Macron’s decision, which he himself described as “grave, heavy”, comes of course after his Renaissance party took a thumping from Marine Le Pen’s far-right National Rally (RN) party in European Parliament elections on June 9.

RN won 31.4% of the European Parliament vote while the Renaissance party coalition had only 14.6%.

To say that the result caused jitters in Brussels would be an understatement and it immediately sent the Euro down and French stocks and government bonds tumbling.

It’s not as if anyone expects the RN to fair badly in the coming French ballot either, far from it in fact. If last Monday’s opinion poll – the first published since Macron’s shock announcement – is anything to go by, then RN is forecast to win the election but fall short of an absolute majority.

Even if RN does score a majority, Macron would still remain president for three more years and be in charge of defence and foreign policy.

That said, he would lose control over the domestic agenda, including economic policy, immigration and finances, which would in turn have a knock-on effect on some aspects of foreign policy, most significantly Ukraine, as Macron would need parliament’s backing to finance any support as part of France’s budget.

For that reason alone, just like Brussels, Kyiv too will look on at the forthcoming election nervously.

French president Emmanuel Macron is looking to prevent a far-right surge

Faced with a RN majority Macron would have to confront a power sharing government known as “cohabitation”. He might then be saddled with an RN prime minister in the shape of Le Pen or Jordan Bardella, her 28-year-old lieutenant who she plucked from relative obscurity as a young party activist to mould him into the powerful political campaigner that he now is.

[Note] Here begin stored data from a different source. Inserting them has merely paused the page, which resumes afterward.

import {
  bigint,
  doublePrecision,
  foreignKey,
  index,
  integer,
  jsonb,
  pgTable,
  primaryKey,
  text,
  timestamp,
  unique,
  uuid,
} from 'drizzle-orm/pg-core';
import { organisation } from './organisation';
import { person } from './people';
import { organisationId, organisationOnly } from './policy';
import { digest } from './sessions';

/** The log. Append-only in fact: the application's role may insert and select, nothing else. */
export const caseEvent = pgTable(
  'case_event',
  {
    organisationId: organisationId(),
    /** UUIDv7 made on the device. */
    id: uuid().notNull(),
    caseId: uuid().notNull(),
    device: uuid().notNull(),
    sequence: bigint({ mode: 'number' }).notNull(),
    schema: integer().notNull(),
    type: text().notNull(),
    payload: jsonb().$type<Record<string, unknown>>().notNull(),
    /** ISO 8601 exactly as the device wrote it: evidence, never order. */
    recordedAt: text().notNull(),
    state: jsonb().$type<Record<string, string>>().notNull(),
    actor: uuid().notNull(),
    receivedAt: timestamp({ withTimezone: true }).notNull(),
    clockOffsetSeconds: doublePrecision().notNull(),
    caseVersion: integer().notNull(),
    position: bigint({ mode: 'number' }).notNull(),
    /** SHA-256 of what the device sent: a re-send with another content is refused by it. */
    sentDigest: digest().notNull(),
  },
  (table) => [
    primaryKey({ columns: [table.organisationId, table.id] }),
    unique('case_event_position').on(table.organisationId, table.position),
    unique('case_event_case_version').on(table.organisationId, table.caseId, table.caseVersion),
    unique('case_event_device_sequence').on(table.organisationId, table.device, table.sequence),
    foreignKey({
      columns: [table.organisationId, table.actor],
      foreignColumns: [person.organisationId, person.id],
    }),
    organisationOnly(),
  ],
);

/** Last position given out in an organisation. Locked last but one, and committed at once after. */
export const counter = pgTable(
  'counter',
  {
    organisationId: organisationId(),
    position: bigint({ mode: 'number' }).notNull().default(0),
  },
  (table) => [
    primaryKey({ columns: [table.organisationId] }),
    foreignKey({ columns: [table.organisationId], foreignColumns: [organisation.organisationId] }),
    organisationOnly(),
  ],
);

/** Events that the server refused, as they came. Nothing a device sent is dropped in silence. */
export const quarantine = pgTable(
  'quarantine',
  {
    organisationId: organisationId(),
    id: uuid().notNull(),
    /** The event's own id, where it had one that could be read. */
    eventId: text(),
    device: uuid().notNull(),
    personId: uuid().notNull(),
    code: text().notNull(),
    details: jsonb().$type<Record<string, unknown>>().notNull(),
    event: jsonb().notNull(),
    sentDigest: digest().notNull(),
    receivedAt: timestamp({ withTimezone: true }).notNull(),
  },
  (table) => [
    primaryKey({ columns: [table.organisationId, table.id] }),
    /** The same refused thing sent again is kept once. */
    unique('quarantine_content').on(table.organisationId, table.device, table.sentDigest),
    foreignKey({
      columns: [table.organisationId, table.personId],
      foreignColumns: [person.organisationId, person.id],
    }),
    index('quarantine_by_time').on(table.organisationId, table.receivedAt),
    organisationOnly(),
  ],
);
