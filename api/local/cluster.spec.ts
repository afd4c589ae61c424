import { existsSync, readFileSync, writeFileSync } from 'node:fs';
import { join } from 'node:path';
import pg from 'pg';
import { afterAll, afterEach, beforeEach, describe, expect, it } from 'vitest';
import { removeCluster, startCluster, type Cluster } from './cluster';
import { clusterFolder, isAlive } from './place';

// In the name: the process that runs this file, and not the run's own cluster.
const folder = clusterFolder({ test: process.pid });
const answers = async ({ ownerUrl }: Cluster): Promise<boolean> => {
  const client = new pg.Client({ connectionString: ownerUrl });
  await client.connect();
  const { rowCount } = await client.query('select 1');
  await client.end();
  return rowCount === 1;
};
const pidOf = () =>
  Number(readFileSync(join(folder, 'data/postmaster.pid'), 'utf8').split('\n', 1)[0]);

let cluster: Cluster;
beforeEach(async () => void (cluster = await startCluster(folder)));
afterEach(() => cluster.stop());
afterAll(() => removeCluster(folder));

describe('A cluster of our own', () => {
  it('starts, keeps its passwords, and leaves nothing running', async () => {
    expect(await answers(cluster)).toBe(true);
    const pid = pidOf();
    await cluster.stop();
    expect(isAlive(pid)).toBe(false);
    const before = cluster;
    const again = (cluster = await startCluster(folder));
    expect(new URL(again.ownerUrl).password).toBe(new URL(before.ownerUrl).password);
    expect(again.sessionSecret).toBe(before.sessionSecret);
    expect(await answers(again)).toBe(true);
  });

  it('stops the server that a killed run left, and starts again', async () => {
    const left = pidOf();
    cluster = await startCluster(folder);
    expect(isAlive(left)).toBe(false);
    expect(await answers(cluster)).toBe(true);
  });

  it('starts after a kill -9 of its server', async () => {
    process.kill(pidOf(), 'SIGKILL');
    cluster = await startCluster(folder);
    expect(await answers(cluster)).toBe(true);
  });

  it('never touches a process that is not its own, though the pid file names it', async () => {
    await cluster.stop();
    writeFileSync(join(folder, 'data/postmaster.pid'), `${process.pid}\n`);
    cluster = await startCluster(folder);
    expect(await answers(cluster)).toBe(true);
    expect(isAlive(process.pid)).toBe(true);
  });

  it('refuses a wrong password, on the loopback too', async () => {
    const url = new URL(cluster.ownerUrl);
    url.password = 'wrong';
    await expect(new pg.Client({ connectionString: url.href }).connect()).rejects.toMatchObject({
      code: '28P01',
    });
  });

  it('is removed with its data', async () => {
    const pid = pidOf();
    await removeCluster(folder);
    expect(existsSync(folder)).toBe(false);
    expect(isAlive(pid)).toBe(false);
  });
});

Bardella is an astute operator, playing heavily on his family’s Italian roots and how his single mother struggled to bring him up in the poor immigrant suburb of Saint-Denis, north of Paris. All this Bardella manipulates to his political advantage despite the glaringly incongruous fact that the RN are staunchly anti-immigration.

Should all this come to pass and a “cohabitation” become the political order of the day then this in turn would usher in a period of instability only six weeks before Paris becomes the centre of international attention when it hosts the Olympic Games.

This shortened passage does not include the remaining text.